From the entries below, copy every line that has the word "goto".
=== Records supplied ===
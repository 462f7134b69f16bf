import { expect, type Page } from "@playwright/test";

/** The refrigerant ledger screen as a technician uses it. */
export class LedgerPage {
  constructor(private readonly page: Page) {}

  async goto() {
    await this.page.goto("/ledger");
    await expect(this.page.getByRole("heading", { name: "Refrigerant ledger" })).toBeVisible();
  }

  /** Fill the hand-posted movement form, typing the mass one key at a time. */
  async post(opts: { cylinder: string; what: string; mass: string; destination?: string; note?: string }) {
    const form = this.page.locator("form").filter({ hasText: "Post recycling, a shipment" });
    const select = form.getByLabel("Cylinder");
    const value = await select.locator("option", { hasText: `${opts.cylinder} (` }).getAttribute("value");
    await select.selectOption(value ?? "");
    await form.getByLabel("What happened").selectOption({ label: opts.what });
    const mass = form.getByLabel("Mass");
    await mass.fill("");
    await mass.pressSequentially(opts.mass, { delay: 30 });
    if (opts.destination !== undefined) await form.getByLabel("Sent to (facility)").fill(opts.destination);
    if (opts.note !== undefined) await form.getByLabel(/Note|Why the weighed mass differs/).fill(opts.note);
    await form.getByRole("button", { name: "Post to the ledger" }).click();
  }

  status() {
    return this.page.getByTestId("movement-form-status");
  }

  netMass(label: string) {
    return this.page.getByTestId(`cylinder-${label}`).getByTestId("cylinder-net");
  }

  line(text: RegExp | string) {
    return this.page.getByTestId("movement-list").getByRole("listitem").filter({ hasText: text });
  }
}
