import { expect, type Page } from "@playwright/test";

export const DEMO_PASSWORD = "chill-demo-2026";

export const DEMO_USERS = {
  owner: { email: "owner@harbourline.test", name: "owner" },
  senior: { email: "senior@harbourline.test", name: "senior" },
  technician: { email: "tech@harbourline.test", name: "technician" },
  apprentice: { email: "apprentice@harbourline.test", name: "apprentice" },
} as const;
export type DemoRole = keyof typeof DEMO_USERS;

export class SignInPage {
  constructor(private readonly page: Page) {}

  async goto() {
    await this.page.goto("/sign-in");
    await expect(this.page.getByRole("heading", { name: "Sign in" })).toBeVisible();
  }

  async signIn(email: string, password = DEMO_PASSWORD) {
    await this.page.getByLabel("E-mail").fill(email);
    await this.page.getByLabel("Password").fill(password);
    await this.page.getByRole("button", { name: "Sign in" }).click();
  }

  async signInAs(role: DemoRole) {
    await this.goto();
    await this.signIn(DEMO_USERS[role].email);
    await expect(this.page).toHaveURL(/\/cases$/);
  }

  /** The form's own alert (Next.js keeps an empty route announcer with the same role). */
  alert() {
    return this.page.getByRole("alert").filter({ hasText: /\S/ });
  }
}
===
__Answer to the problem__.
  async goto() {
    await this.page.goto("/ledger");
  async goto() {
    await this.page.goto("/sign-in");
    await this.goto();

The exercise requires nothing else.